Dandrades worked for five years as a weekend weatherman at Channel 23 in Miami. He was known for his live reports from festivals and cultural events, in which he mixed weather reporting with entertainment. He gained a cult following with Miami residents because of his "spontaneous and charismatic" style of reporting.

In 1997, Dandrades left Channel 23 to work on Primer Impacto where he has worked on several high profile projects, including team coverage of September 11.

Dandrades has traveled extensively throughout Latin America and across the U.S. covering stories for “Primer Impacto” and “Ver Para Creer”, a weekend publication similar to the English language CBS show Sunday Morning. He has broadcast from the last four World Cup tournaments in Korea and Japan, Germany, South Africa and Brazil. He has also hosted events and festivals, lending his time to telethons and other charity events.

In 2015, Dandrades appeared on Sesame Amigos beside Elmo in three segments.

In 2021 Dandrades participated in the television dance competition, "Mira Quién Baila (Look Who's Dancing)." His chosen charity to be supported by his appearance was ALPA, the Afro-Latino Association for Policy & Advocacy.

Dandrades operates a Spanish language Youtube channel titled "Tony Dandrades," that, as of June 2026, had 348,000 subscribers. His content primarily focuses on Hispanic (Latin American and Caribbean) pop culture and celebrities. He also posts his personal interviews previously aired on (or are unpublished but were produced for,) Primer Impacto.

== Honors and awards ==
In 2018, Dandrades and his team on Primer Impacto were nominated for an "Outstanding Coverage of a Breaking News Story in Spanish" News and Documentary Emmy Award for their coverage of the effects of Hurricane Maria on Puerto Rico, titled, "Unidos en el Dolor: Huracán María en Puerto Rico (United in Pain: Hurricane Maria in Puerto Rico)."

He was again nominated, along with his colleagues at Univision, in 2020 for Premer Impacto, in the category "Outstanding Newscast or News Magazine in Spanish" for the 40th News and Documentary Emmy Awards.

A third nomination came in 2021, when Dandrades was nominated for an Annual News and Documentary Emmy Award with his colleagues at Premier Impacto for their coverage of George Floyd, titled "Cobertura de George Floyd" again in the category "Outstanding Coverage of a Breaking News Story in Spanish."

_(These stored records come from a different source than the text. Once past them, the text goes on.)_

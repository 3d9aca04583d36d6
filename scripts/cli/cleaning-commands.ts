// Cleaning records.
import type { Command } from "commander";
import os from "node:os";
import { CleaningRecordError, recordCleaning } from "../../lib/data/record-cleaning";
import { getPrisma } from "../../lib/db";
import { printJson, UsageError, withDatabase } from "./context";

export function registerCleaningCommands(program: Command): void {
  const cleaning = program.command("cleaning").description("cleaning records (each starts a new fouling cycle)");
  cleaning
    .command("add")
    .description("record a cleaning; the asset is reassessed (queued for the workers when FOULCAST_QUEUE=on)")
    .requiredOption("--asset <tag>", "asset tag")
    .requiredOption("--date <date>", "out of service, ISO-8601 (e.g. 2026-05-12 or 2026-05-12T06:00Z)")
    .option("--end <date>", "returned to service, ISO-8601 (default: same as --date)")
    .requiredOption("--method <text>", "cleaning method, e.g. hydroblast")
    .option("--cost <amount>", "cost in the site currency")
    .option("--notes <text>", "notes", "")
    .option("--by <name>", "who records it")
    .option("--json", "print JSON")
    .action(async (options: { asset: string; date: string; end?: string; method: string; cost?: string; notes: string; by?: string; json?: boolean }) => {
      const cost = options.cost === undefined ? undefined : Number(options.cost);
      if (cost !== undefined && !Number.isFinite(cost)) throw new UsageError(`--cost must be a number, got ${options.cost}`);
      await withDatabase(async () => {
        try {
          const result = await recordCleaning(getPrisma(), { tag: options.asset, date: options.date, endDate: options.end, method: options.method, cost, notes: options.notes }, options.by ?? `cli:${os.userInfo().username}`);
          if (options.json) return printJson({ id: result.id, tag: options.asset, reassessed: result.reassessed, queued: result.queued });
          console.log(`Cleaning ${result.id} recorded for ${options.asset}${result.reassessed ? "; assessment recomputed" : ""}.`);
          if (result.queued) console.log("Reassessment queued for the workers (FOULCAST_QUEUE=on).");
        } catch (error) {
          if (error instanceof CleaningRecordError) throw new UsageError(error.message);
          throw error;
        }
      });
    });
  cleaning
    .command("list")
    .description("list an asset's cleaning records with the fouling removed")
    .requiredOption("--asset <tag>", "asset tag")
    .option("--json", "print JSON")
    .action(async (options: { asset: string; json?: boolean }) => {
      await withDatabase(async () => {
        const rows = await getPrisma().cleaning.findMany({ where: { asset: { tag: options.asset } }, orderBy: { date: "asc" } });
        if (options.json) return printJson(rows.map((row) => ({ ...row, date: row.date.toISOString(), endDate: row.endDate?.toISOString() ?? null, createdAt: row.createdAt.toISOString() })));
        for (const row of rows) {
          console.log(`${row.date.toISOString().slice(0, 10)} ${row.method}${row.costCents === null ? "" : `, cost ${(row.costCents / 100).toFixed(0)}`}${row.effectiveness === null ? "" : `, fouling removed ${(row.effectiveness * 100).toFixed(0)} %`}`);
        }
      });
    });
}
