import fc from "fast-check";
import { beforeAll, describe, expect, it } from "vitest";
import { assessDataQuality, type DataQualityAssessment } from "../../../lib/core/data-quality";
import { exchangerBalance } from "../../../lib/core/reconcile";
import { EXCLUSION_REASONS, readingColumnsFromRows, type ExchangerModel, type ReadingColumns } from "../../../lib/core/screening";
import { seededRandom } from "../../../lib/core/simulate";
import { rate } from "../../../lib/core/thermal";
import { simulateDemoFleet } from "../../../lib/demo";
import { exchangerModelFromSpec } from "./exchanger-model-from-spec";

/** Every number in a value, recursively (to prove no NaN or infinity leaks into the output). */
function numbersIn(value: unknown, found: number[] = []): number[] {
  if (typeof value === "number") found.push(value);
  else if (Array.isArray(value)) for (const item of value) numbersIn(item, found);
  else if (typeof value === "object" && value !== null) for (const item of Object.values(value)) numbersIn(item, found);
  return found;
}

function copyColumns(columns: ReadingColumns): ReadingColumns {
  return {
    timeMs: Float64Array.from(columns.timeMs),
    hotInK: Float64Array.from(columns.hotInK),
    hotOutK: Float64Array.from(columns.hotOutK),
    coldInK: Float64Array.from(columns.coldInK),
    coldOutK: Float64Array.from(columns.coldOutK),
    hotFlowKgPerS: Float64Array.from(columns.hotFlowKgPerS),
    coldFlowKgPerS: Float64Array.from(columns.coldFlowKgPerS),
  };
}

function deepFreeze<T>(value: T): T {
  if (typeof value === "object" && value !== null && !ArrayBuffer.isView(value)) {
    for (const inner of Object.values(value)) deepFreeze(inner);
    Object.freeze(value);
  }
  return value;
}

function checkCountsAndValues(assessment: DataQualityAssessment, model: ExchangerModel): void {
  const { sampleCounts } = assessment;
  // definition: total = used + Σ excluded, over all samples and per period
  expect(sampleCounts.used + EXCLUSION_REASONS.reduce((sum, reason) => sum + sampleCounts.excluded[reason], 0)).toBe(sampleCounts.total);
  let periodTotal = 0;
  for (const period of assessment.periods) {
    expect(period.samplesUsed + EXCLUSION_REASONS.reduce((sum, reason) => sum + period.excluded[reason], 0)).toBe(period.samplesTotal);
    periodTotal += period.samplesTotal;
    if (period.reconciled !== null) {
      const balance = exchangerBalance(period.reconciled, model.hotHeatCapacity, model.coldHeatCapacity);
      // brief: reconciled values satisfy the balance (1e-9 of the duty)
      expect(Math.abs(balance.residualW)).toBeLessThanOrEqual(1e-9 * period.reconciled.dutyW);
      expect(period.usable).toBe(true);
    }
    if (!period.usable) expect(period.reconciled).toBeNull();
  }
  expect(periodTotal).toBe(sampleCounts.total);
  // definition: serialisable, no NaN or infinity anywhere
  expect(numbersIn(assessment).every(Number.isFinite)).toBe(true);
  expect(JSON.parse(JSON.stringify(assessment))).toEqual(assessment);
}

describe("assessDataQuality on a demo exchanger (E-3104: stuck meter, cleanings, spikes, gaps)", () => {
  let columns: ReadingColumns;
  let model: ExchangerModel;
  let hourly: DataQualityAssessment;
  beforeAll(() => {
    const [simulation] = simulateDemoFleet({ assets: ["E-3104"] });
    if (simulation === undefined) throw new Error("no simulation");
    columns = readingColumnsFromRows(simulation.result.readings);
    model = exchangerModelFromSpec(simulation.asset.spec);
    hourly = assessDataQuality(columns, model);
  });

  it("accounts for every sample, reconciles usable hours onto the balance and outputs no NaN", () => {
    checkCountsAndValues(hourly, model);
    const usable = hourly.periods.filter((period) => period.usable);
    // simulation with known truth: most hours of a running exchanger are usable (measured 79 %)
    expect(usable.length / hourly.periods.length).toBeGreaterThan(0.7);
    // FIELD-NOTES §6: χ²₀.₉₅(1) = 3.8415
    expect(usable[0]?.globalTestCritical).toBeCloseTo(3.8415, 4);
    const rejected = usable.filter((period) => (period.globalTest ?? 0) > (period.globalTestCritical ?? Infinity)).length;
    // simulation with known truth: outside the stuck-meter weeks (excluded) the global test rejects about α of the hours
    expect(rejected / usable.length).toBeLessThan(0.1);
  });

  it("resolves and reports its settings (historian settings for hourly data)", () => {
    // lib/core/data-quality: hourly data → flows only, R < 3; half a period (1 sample) for an hourly period
    expect(hourly.settings).toMatchObject({ periodS: 3600, alpha: 0.05, minimumSamples: 1, nominalStepS: 3600, steadyState: { signals: ["hotFlow", "coldFlow"], criticalValue: 3 } });
  });

  it("aggregates days as well, with the same accounting", () => {
    const daily = assessDataQuality(columns, model, { periodS: 86400, alpha: 0.01 });
    checkCountsAndValues(daily, model);
    // definition: 12 of 24 hourly samples make a usable day
    expect(daily.settings.minimumSamples).toBe(12);
    // scipy.stats.chi2.ppf(0.99, 1) = 6.634896601021214 (from memory)
    expect(daily.periods.find((period) => period.usable)?.globalTestCritical).toBeCloseTo(6.6349, 4);
    expect(daily.alerts).toEqual(hourly.alerts);
  });

  it("leaves its inputs unchanged", () => {
    const before = copyColumns(columns);
    const frozenModel = deepFreeze(structuredClone(model));
    const again = assessDataQuality(columns, frozenModel);
    // STYLE.md: pure functions, inputs never mutated; same input, same output
    expect(columns).toEqual(before);
    expect(again).toEqual(hourly);
  });
});

describe("assessDataQuality on random data (property)", () => {
  const model: ExchangerModel = {
    arrangement: { kind: "shell-and-tube", shells: 1 },
    areaM2: 80,
    hotHeatCapacity: { kind: "linear", interceptJPerKgK: 760, slopeJPerKgK2: 3.7 },
    coldHeatCapacity: { kind: "constant", jPerKgK: 4181 },
    instruments: [
      { role: "hotIn", tag: "TI-1A", standardUncertainty: 0.5 },
      { role: "hotOut", tag: "TI-1B", standardUncertainty: 0.5 },
      { role: "coldIn", tag: "TI-1C", standardUncertainty: 0.3 },
      { role: "coldOut", tag: "TI-1D", standardUncertainty: 0.3 },
      { role: "hotFlow", tag: "FI-1A", standardUncertainty: 0.15 },
      { role: "coldFlow", tag: "FI-1B", standardUncertainty: 0.3 },
    ],
  };
  const rated = rate({
    uWPerM2K: 350,
    areaM2: 80,
    arrangement: model.arrangement,
    hot: { massFlowKgPerS: 10, heatCapacity: model.hotHeatCapacity, inletK: 450 },
    cold: { massFlowKgPerS: 15, heatCapacity: model.coldHeatCapacity, inletK: 300 },
  });

  it("always accounts for every sample and never outputs NaN, whatever is missing, spiky or impossible", () => {
    fc.assert(
      fc.property(
        fc.integer({ min: 0, max: 2 ** 31 - 1 }),
        fc.integer({ min: 1, max: 120 }),
        fc.double({ min: 0, max: 0.3, noNaN: true }),
        fc.constantFrom(60_000, 3_600_000),
        (seed, count, badShare, stepMs) => {
          const random = seededRandom(seed);
          const point = [450, rated.hotOutletK, 300, rated.coldOutletK, 10, 15];
          const sigma = [0.5, 0.5, 0.3, 0.3, 0.15, 0.3];
          const rows = Array.from({ length: count }, (_, index) => {
            const value = (k: number): number | null => {
              const draw = random.uniform();
              if (draw < badShare / 3) return null;
              if (draw < (2 * badShare) / 3) return (point[k] as number) * (random.chance(0.5) ? 1.5 : 0.5);
              return (point[k] as number) + (sigma[k] as number) * random.normal();
            };
            return { timeMs: index * stepMs, hotInK: value(0), hotOutK: value(1), coldInK: value(2), coldOutK: value(3), hotFlowKgPerS: value(4), coldFlowKgPerS: value(5) };
          });
          const assessment = assessDataQuality(readingColumnsFromRows(rows), model, { periodS: stepMs === 60_000 ? 3600 : 86400 });
          const { sampleCounts } = assessment;
          const total = sampleCounts.used + EXCLUSION_REASONS.reduce((sum, reason) => sum + sampleCounts.excluded[reason], 0);
          const periodTotal = assessment.periods.reduce((sum, period) => sum + period.samplesTotal, 0);
          // definition: every sample counted once; no NaN in the output
          return total === count && periodTotal === count && numbersIn(assessment).every(Number.isFinite);
        },
      ),
      { numRuns: 40 },
    );
  });

  it("uses the published steady-state settings for one-minute data", () => {
    const rows = Array.from({ length: 200 }, (_, index) => ({
      timeMs: index * 60_000,
      hotInK: 450,
      hotOutK: rated.hotOutletK,
      coldInK: 300,
      coldOutK: rated.coldOutletK,
      hotFlowKgPerS: 10,
      coldFlowKgPerS: 15,
    }));
    const assessment = assessDataQuality(readingColumnsFromRows(rows), model);
    // FIELD-NOTES §6 [V]: inlet temperatures and flows, R < 2; 30 of 60 one-minute samples make a usable hour
    expect(assessment.settings.steadyState).toMatchObject({ signals: ["hotIn", "coldIn", "hotFlow", "coldFlow"], criticalValue: 2 });
    expect(assessment.settings.minimumSamples).toBe(30);
  });

  it("rejects invalid options and a model without its instruments", () => {
    const columns = readingColumnsFromRows([{ timeMs: 0, hotInK: 450, hotOutK: 400, coldInK: 300, coldOutK: 320, hotFlowKgPerS: 10, coldFlowKgPerS: 15 }]);
    expect(() => assessDataQuality(columns, model, { alpha: 1.5 })).toThrow("alpha must be in (0, 1), got 1.5");
    expect(() => assessDataQuality(columns, { ...model, instruments: model.instruments.slice(1) })).toThrow("exchanger model has no hotIn instrument");
  });
});
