function SceneContent(p: SceneProps) {
  const { gl, camera, size, invalidate, scene } = useThree();
  const controls = useRef<OrbitControlsImpl | null>(null);
  const interacting = useRef(false);
  const stillTimer = useRef<ReturnType<typeof setTimeout> | null>(null);
  const framesSignalled = useRef(0);
  const toolRef = useRef<THREE.Group>(null);
  const props = useRef(p);
  props.current = p;

  // ---- shared textures and materials (made once) ----
  const mats = useMemo(() => {
    const palette = paletteTexture();
    const origins = originTexture();
    const otherOrigins = originTexture();
    return {
      palette,
      origins,
      otherOrigins,
      cut: pathMaterial({ palette, origins }),
      rapid: pathMaterial({ palette, origins, dotted: true }),
      pick: pathMaterial({ palette, origins, pick: true }),
      selected: pathMaterial({ palette, origins, fixed: C.SELECTED, onTop: true }),
      selectedPoints: pathMaterial({ palette, origins, fixed: C.SELECTED, onTop: true, pointSize: 5 }),
      changed: pathMaterial({ palette, origins, fixed: C.CHANGED, onTop: true }),
      other: pathMaterial({ palette, origins: otherOrigins, fixed: C.OTHER_REVISION, opacity: 0.35 }),
      otherChanged: pathMaterial({ palette, origins: otherOrigins, fixed: C.OTHER_REVISION, dotted: true, onTop: true }),
    };
  }, []);
  useEffect(() => () => Object.values(mats).forEach((m) => m.dispose()), [mats]);

  // ---- the path: one position and one attribute buffer, an index per style and detail ----
  const base = useMemo(() => {
    const position = new THREE.BufferAttribute(p.buffers.positions, 3);
    const seg = new THREE.BufferAttribute(p.buffers.vattr, 4, true);
    return { position, seg };
  }, [p.buffers]);
  const geoms = useMemo(() => {
    const make = (index: Uint32Array) => {
      const g = new THREE.BufferGeometry();
      g.setAttribute("position", base.position);
      g.setAttribute("seg", base.seg);
      g.setIndex(new THREE.BufferAttribute(index, 1));
      return g;
    };
    const ix = p.indices;
    const same = ix.cutCoarse === ix.cut;
    return {
      cut: make(ix.cut),
      rapid: make(ix.rapid),
      cutCoarse: same ? null : make(ix.cutCoarse),
      rapidCoarse: same ? null : make(ix.rapidCoarse),
    };
  }, [base, p.indices]);
  useEffect(() => () => Object.values(geoms).forEach((g) => g?.dispose()), [geoms]);

  const highlightGeom = useMemo(() => {
    if (!p.highlight || p.highlight.length === 0) return null;
    const g = new THREE.BufferGeometry();
    g.setAttribute("position", base.position);
    g.setAttribute("seg", base.seg);
    g.setIndex(new THREE.BufferAttribute(p.highlight, 1));
    return g;
  }, [base, p.highlight]);
  useEffect(() => () => highlightGeom?.dispose(), [highlightGeom]);

  const overlayGeoms = useMemo(() => {
    if (!p.overlay) return null;
    const o = p.overlay;
    const pos = new THREE.BufferAttribute(o.other.positions, 3);
    const seg = new THREE.BufferAttribute(o.other.vattr, 4, true);
    const make = (index: Uint32Array, position: THREE.BufferAttribute, attr: THREE.BufferAttribute) => {
      const g = new THREE.BufferGeometry();
      g.setAttribute("position", position);
      g.setAttribute("seg", attr);
      g.setIndex(new THREE.BufferAttribute(index, 1));
      return g;
    };
    return {
      other: make(o.otherPairs, pos, seg),
      otherChanged: make(o.otherChanged, pos, seg),
      changed: make(o.changed, base.position, base.seg),
    };
  }, [p.overlay, base]);
  useEffect(() => () => Object.values(overlayGeoms ?? {}).forEach((g) => g.dispose()), [overlayGeoms]);

  // ---- uniforms follow the settings ----
  useEffect(() => {
    for (const m of Object.values(mats)) {
      if (!(m instanceof THREE.ShaderMaterial)) continue;
      setColorMode(m, p.colorMode);
      setMachineSpace(m, p.machineSpace);
    }
    setOrigins(mats.origins, p.origins);
    if (p.overlay) setOrigins(mats.otherOrigins, p.overlay.otherOrigins);
    invalidate();
  }, [mats, p.colorMode, p.machineSpace, p.origins, p.overlay, invalidate]);

  // ---- camera: presets and fit to what is shown ----
  const fitTo = useRef<(dir?: THREE.Vector3) => void>(() => {});
  fitTo.current = (dir?: THREE.Vector3) => {
    const cam = camera as THREE.OrthographicCamera;
    const box = shownBox(props.current);
    const c = box.getCenter(new THREE.Vector3());
    const diag = Math.max(1, box.getSize(new THREE.Vector3()).length());
    const d = (dir ?? cam.position.clone().sub(controls.current?.target ?? new THREE.Vector3())).clone().normalize();
    const dist = Math.max(1000, diag * 4);
    cam.position.copy(c).addScaledVector(d, dist);
    cam.lookAt(c);
    cam.updateMatrixWorld();
    // the box's extent across the screen, from its corners on the camera's right and up axes
    const right = new THREE.Vector3().setFromMatrixColumn(cam.matrixWorld, 0);
    const up = new THREE.Vector3().setFromMatrixColumn(cam.matrixWorld, 1);
    let w = 0, h = 0;
    for (let k = 0; k < 8; k++) {
      const q = new THREE.Vector3(k & 1 ? box.max.x : box.min.x, k & 2 ? box.max.y : box.min.y, k & 4 ? box.max.z : box.min.z).sub(c);
      w = Math.max(w, Math.abs(q.dot(right)) * 2);
      h = Math.max(h, Math.abs(q.dot(up)) * 2);
    }
    cam.zoom = 0.86 * Math.min(size.width / Math.max(w, 1e-3), size.height / Math.max(h, 1e-3));
    cam.near = 0.1;
    cam.far = dist * 2 + diag * 2;
    cam.updateProjectionMatrix();
    if (controls.current) {
      controls.current.target.copy(c);
      controls.current.update();
    }
    invalidate();
  };
  useEffect(() => {
    const presets: Record<ViewPreset, THREE.Vector3> = {
      // straight down, nudged towards -Y so that +Y is up on the screen
      top: new THREE.Vector3(0, -1e-4, 1),
      front: new THREE.Vector3(0, -1, 0),
      side: new THREE.Vector3(1, 0, 0),
      iso: new THREE.Vector3(1, -1, 0.9),
    };
    p.controller.setView = (preset) => fitTo.current(presets[preset]);
    p.controller.fit = () => fitTo.current();
    p.controller.invalidate = invalidate;
  }, [p.controller, invalidate]);
  // a new path or a new space: start from the iso view, fitted
  const fitKey = `${p.buffers.positions.length}|${p.machineSpace}`;
  const firstFit = useRef("");
  useEffect(() => {
    if (firstFit.current === fitKey || size.width === 0 || p.buffers === EMPTY_BUFFERS) return;
    const first = firstFit.current === "";
    firstFit.current = fitKey;
    fitTo.current(first ? new THREE.Vector3(1, -1, 0.9) : undefined);
  }, [fitKey, size.width]);

  // ---- picking: vertex numbers rendered into a few pixels around the pointer ----
  const pick = useMemo(() => {
    const R = 6;
    const S = R * 2 + 1;
    const target = new THREE.WebGLRenderTarget(S, S, { depthBuffer: true });
    const buf = new Uint8Array(S * S * 4);
    const pickScene = new THREE.Scene();
    return { R, S, target, buf, pickScene };
  }, []);
  useEffect(() => () => pick.target.dispose(), [pick]);
  useEffect(() => {
    const el = gl.domElement;
    let down: { x: number; y: number; t: number } | null = null;
    const onDown = (e: PointerEvent) => {
      down = { x: e.clientX, y: e.clientY, t: performance.now() };
    };
    const onUp = (e: PointerEvent) => {
      if (!down || Math.hypot(e.clientX - down.x, e.clientY - down.y) > 5 || performance.now() - down.t > 600) return;
      down = null;
      const rect = el.getBoundingClientRect();
      const x = e.clientX - rect.left, y = e.clientY - rect.top;
      props.current.onPick(pickAt(x, y, e.pointerType === "touch" ? 14 : 6));
    };
    const pickAt = (x: number, y: number, radius: number): { segment: number; point: Xyz } | null => {
      const cam = camera as THREE.OrthographicCamera;
      const { R, S, target, buf, pickScene } = pick;
      const objs = [geoms.cut, geoms.rapid].map((g) => {
        const o = new THREE.LineSegments(g, mats.pick);
        o.frustumCulled = false;
        return o;
      });
      pickScene.add(...objs);
      cam.setViewOffset(size.width, size.height, x - R, y - R, S, S);
      const prevTarget = gl.getRenderTarget();
      gl.setRenderTarget(target);
      gl.setClearColor(0x000000, 0);
      gl.clear();
      gl.render(pickScene, cam);
      gl.readRenderTargetPixels(target, 0, 0, S, S, buf);
      gl.setRenderTarget(prevTarget);
      gl.setClearColor(C.BACKGROUND, 1);
      cam.clearViewOffset();
      pickScene.remove(...objs);
      let best = -1, bestD = Infinity;
      for (let py = 0; py < S; py++) {
        for (let px = 0; px < S; px++) {
          const o = (py * S + px) * 4;
          const id = buf[o]! | (buf[o + 1]! << 8) | (buf[o + 2]! << 16);
          if (id === 0) continue;
          const d = Math.hypot(px - R, py - R);
          if (d <= Math.min(R, radius) && d < bestD) {
            bestD = d;
            best = id - 1;
          }
        }
      }
      invalidate();
      if (best < 1) return null;
      const segment = best - 1;
      return { segment, point: pointOnSegment(props.current, segment, x, y, cam, size) };
    };
    el.addEventListener("pointerdown", onDown);
    el.addEventListener("pointerup", onUp);
    return () => {
      el.removeEventListener("pointerdown", onDown);
      el.removeEventListener("pointerup", onUp);
    };
  }, [gl, camera, size, geoms, mats, pick, invalidate]);

  // ---- one frame: coarse while the view moves, the full path when it rests ----
  useFrame(() => {
    const q = props.current;
    const coarse = interacting.current && geoms.cutCoarse !== null;
    const play = q.controller.play;
    const objects = scene.userData.path as { full: THREE.LineSegments[]; coarse: THREE.LineSegments[] } | undefined;
    let drawn = 0;
    if (objects) {
      objects.full.forEach((o) => (o.visible = !coarse));
      objects.coarse.forEach((o) => (o.visible = coarse));
      for (const o of coarse ? objects.coarse : objects.full) {
        const index = (o.geometry as THREE.BufferGeometry).index!;
        const pairs = index.count / 2;
        const shown = play.active ? pairsDone(index.array as Uint32Array, pairs, play.segment) : pairs;
        o.geometry.setDrawRange(0, shown * 2);
        drawn += shown;
      }
    }
    const tool = toolRef.current;
    if (tool) {
      tool.visible = play.active;
      if (play.active) {
        const o = q.machineSpace ? q.origins[play.offset] : null;
        tool.position.set(play.x + (o?.x ?? 0), play.y + (o?.y ?? 0), play.z + (o?.z ?? 0));
        tool.scale.setScalar(toolScale(camera as THREE.OrthographicCamera));
      }
    }
    const t0 = performance.now();
    gl.render(scene, camera);
    const issued = performance.now();
    const real = q.buffers !== EMPTY_BUFFERS;
    if ((real && framesSignalled.current < 3) || q.controller.timing) {
      // the first frames, and frames the bench is timing: wait for the GPU (a one-pixel read) to know it is drawn
      const ctx = gl.getContext();
      ctx.readPixels(0, 0, 1, 1, ctx.RGBA, ctx.UNSIGNED_BYTE, pixel);
      const at = performance.now();
      if (q.controller.timing) q.controller.frames.push({ ms: at - t0, cpuMs: issued - t0, coarse, segments: drawn });
      if (real && framesSignalled.current < 3) {
        framesSignalled.current++;
        q.onFrame({ at, coarse, segments: drawn });
      }
    }
    placeMarkers(q, camera as THREE.OrthographicCamera, size);
  }, 1);

  // the first frames come coarse (quick); the full path follows once the view is still
  useEffect(() => {
    interacting.current = geoms.cutCoarse !== null;
    framesSignalled.current = 0;
    invalidate();
    const t = setTimeout(() => {
      interacting.current = false;
      invalidate();
    }, 50);
    return () => clearTimeout(t);
  }, [geoms, invalidate]);

  const onChange = () => {
    interacting.current = true;
    if (stillTimer.current) clearTimeout(stillTimer.current);
    stillTimer.current = setTimeout(() => {
      interacting.current = false;
      invalidate();
    }, STILL_AFTER_MS);
  };

  const grid = useMemo(() => gridLines(p), [p.boxes, p.offsetShown, p.origins, p.machineSpace, p.buffers]);
  useEffect(() => p.onGrid(grid.spacing), [grid.spacing]);

  return (
    <>
      <OrbitControls ref={controls} makeDefault enableDamping={false} onChange={onChange} zoomToCursor screenSpacePanning />
      <PathObjects geoms={geoms} cut={mats.cut} rapid={mats.rapid} />
      {highlightGeom && (
        <>
          <lineSegments geometry={highlightGeom} material={mats.selected} frustumCulled={false} renderOrder={5} />
          <points geometry={highlightGeom} material={mats.selectedPoints} frustumCulled={false} renderOrder={5} />
        </>
      )}
      {overlayGeoms && (
        <>
          <lineSegments geometry={overlayGeoms.other} material={mats.other} frustumCulled={false} renderOrder={2} />
          <lineSegments geometry={overlayGeoms.otherChanged} material={mats.otherChanged} frustumCulled={false} renderOrder={3} />
          <lineSegments geometry={overlayGeoms.changed} material={mats.changed} frustumCulled={false} renderOrder={4} />
        </>
      )}
      <lineSegments geometry={grid.geometry} frustumCulled={false} renderOrder={-1}>
        <lineBasicMaterial vertexColors depthWrite={false} />
      </lineSegments>
      <SafeZPlanes {...p} />
      <OffsetTriads {...p} camera={camera as THREE.OrthographicCamera} />
      {p.machineSpace && p.travel && <TravelBox travel={p.travel} />}
      <MeasureLine points={p.measurePoints} />
      <group ref={toolRef} visible={false}>
        <mesh position={[0, 0, 6]} rotation={[-Math.PI / 2, 0, 0]} renderOrder={6}>
          <coneGeometry args={[2.2, 12, 16]} />
          <meshBasicMaterial color={C.TOOL_MARKER} depthTest={false} transparent />
        </mesh>
      </group>
    </>
  );
}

A tribute episode of El Show del Mediodía, a Dominican television program, was produced and aired in Dandrades' honor. He appeared via video call on the episode. The episode aired in May 2020.

== Controversies ==
In May 2020, Dandrades, along with Univision, was sued by fellow television host Frederick Martínez (also known as El Pachá) who alleged discriminatory internal business practices and discrediting Dominican television and hosts. The lawsuit was filed with the FCC. During the above mentioned tribute episode of El Show del Mediodía, on which Martínez is a host, Martínez stated that Dandrades, "has done his job, but hasn't really made a name for himself. He does a one-minute-thirty-second story for 20 years. They write the questions for him, they send him the cameraman; that's how you do it well" (Translated from Spanish). Martínez later apologized for the interaction. Dandrades responded in an interview with Alejandra Espinoza on Break de las 7, stating that Martínez's comments were rooted in racism. In September 2020, Dandrades threatened legal action against Martínez through his legal counsel, alleging that his reputation had been damaged by Martínez's, "systematic aggression" in public statements about Dandrades.

== Personal life ==
Dandrades is married and has four children. He has spoken openly about his experiences with racism, including accusations of being a diversity hire for Univision and criticisms of his interracial marriage.

He fell victim to an identity theft scam in 2019 that targeted minor celebrities using WhatsApp.